We live in a brave new world. The pandemic, global tragedies, wars, economic shifts, political climate, and natural disasters have completely transformed our world especially the job market. In some cases, companies have found a way to blossom with this change and in a lot of cases companies have become dead weeds on the sidewalk.

I think if I hear one more time from our world leaders, the press or corporate executives that, "We have to think about the optics and the politics of every decision we make" I may just retire now.

Steve Jobs once said, "In weak companies politics win. In strong companies best ideas do." This has never been truer for today's environment especially with the divide we are facing in this country.
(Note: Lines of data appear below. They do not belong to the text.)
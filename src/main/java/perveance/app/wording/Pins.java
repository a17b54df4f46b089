package perveance.app.wording;

import java.util.Map;
import java.util.Set;
import perveance.engine.device.Device;

/** Pins of one section of a device, found by electrode. */
public final class Pins {
  private final Map<String, String> pins;
  private final String section;

  /**
   * Pins for a reference.
   *
   * @param device device
   * @param ref reference; a trailing letter a or b, or digit 1 or 2 after a letter, names the
   *     section
   */
  public Pins(Device device, String ref) {
    this.pins = device.pins();
    this.section = device.sections() < 2 ? "" : ref.endsWith("b") ? "2" : "1";
  }

  /**
   * Pin of an electrode.
   *
   * @param electrode {@code a}, {@code g}, {@code k} or {@code g2}
   * @return pin, empty when the file does not say
   */
  public String of(String electrode) {
    for (String name : names(electrode)) {
      for (Map.Entry<String, String> pin : pins.entrySet()) {
        if (pin.getValue().equals(name)) {
          return pin.getKey();
        }
      }
    }
    return "";
  }

  private Set<String> names(String electrode) {
    if (!section.isEmpty()) {
      return Set.of(electrode + section);
    }
    return switch (electrode) {
      case "g" -> Set.of("g", "g1");
      case "k" -> Set.of("k", "k+g3", "k+beam plates", "f");
      default -> Set.of(electrode);
    };
  }
}
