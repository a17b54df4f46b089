package perveance.app.wording;

import java.util.LinkedHashMap;
import java.util.List;
import java.util.Map;
import perveance.engine.analysis.LimitUse;
import perveance.engine.analysis.StageAnswer;
import perveance.engine.device.Ratings;
import perveance.engine.stage.StageCircuit;

/** The limits worth reading: under the ratings named first, the worst moment of each. */
public final class LimitRows {
  /** Below this share a limit is not worth a line [1]. */
  private static final double LEAST = 0.005;

  private LimitRows() {}

  /**
   * Limits of a stage.
   *
   * @param answer the stage's answer
   * @return one row for each valve and kind of limit, as the answer orders them; twins share one
   */
  public static List<FigureRow> of(StageAnswer answer) {
    Map<String, LimitUse> worst = new LinkedHashMap<>();
    for (LimitUse use : answer.limits()) {
      if (usual(answer, use)) {
        worst.merge(use.ref() + use.what(), use, (a, b) -> a.share() >= b.share() ? a : b);
      }
    }
    Twins twins = new Twins();
    for (LimitUse use : worst.values()) {
      if (use.share() >= LEAST) {
        twins.add(use.ref(), row(use));
      }
    }
    return twins.rows();
  }

  private static boolean usual(StageAnswer answer, LimitUse use) {
    return answer.circuit().devices().stream()
        .filter(d -> d.ref().equals(use.ref()))
        .map(StageCircuit.StageDevice::device)
        .flatMap(d -> d.defaultRatings().stream())
        .anyMatch(r -> under(r, use));
  }

  private static boolean under(Ratings ratings, LimitUse use) {
    return use.system() == ratings.system()
        && use.source().endsWith(ratings.source())
        && (use.source().equals(ratings.source()) || use.source().startsWith(ratings.type()));
  }

  private static FigureRow row(LimitUse use) {
    String when = use.when().equals("idle") ? "" : " at " + use.when();
    return new FigureRow(
        use.what() + when,
        Figures.reading(use.value(), use.unit()) + " of " + Figures.part(use.limit(), use.unit()),
        Math.round(100 * use.share()) + " %",
        use.system().word());
  }
}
What I have been impressed with are the companies using their power for good, that do the RIGHT thing regardless of politics or optics. Seeing companies stand up against Russia, racism and provide real support for LGTBQ communities, immigration rights and women's health has completely inspired me! These companies remain more focused on what is the right thing to do and what are the optics their employees see when they do the right thing. In return I believe they get loyalty, innovation, growth and a die hard, committed workforce.

As I do with everything in life, I tend over analyze! I decided to shift my thinking. I started to ask myself, "Who are the companies that have found their way through the chaos and ultimately ended up better than before?" How can I adopt this thinking and create positive change for our world? I can either do everything I can to bring that weed back to life, move to the botanical gardens or build my own damn arboretum. At this phase in my life I am choosing the gardens and my hope is that I can be that star flower in the ecosystem.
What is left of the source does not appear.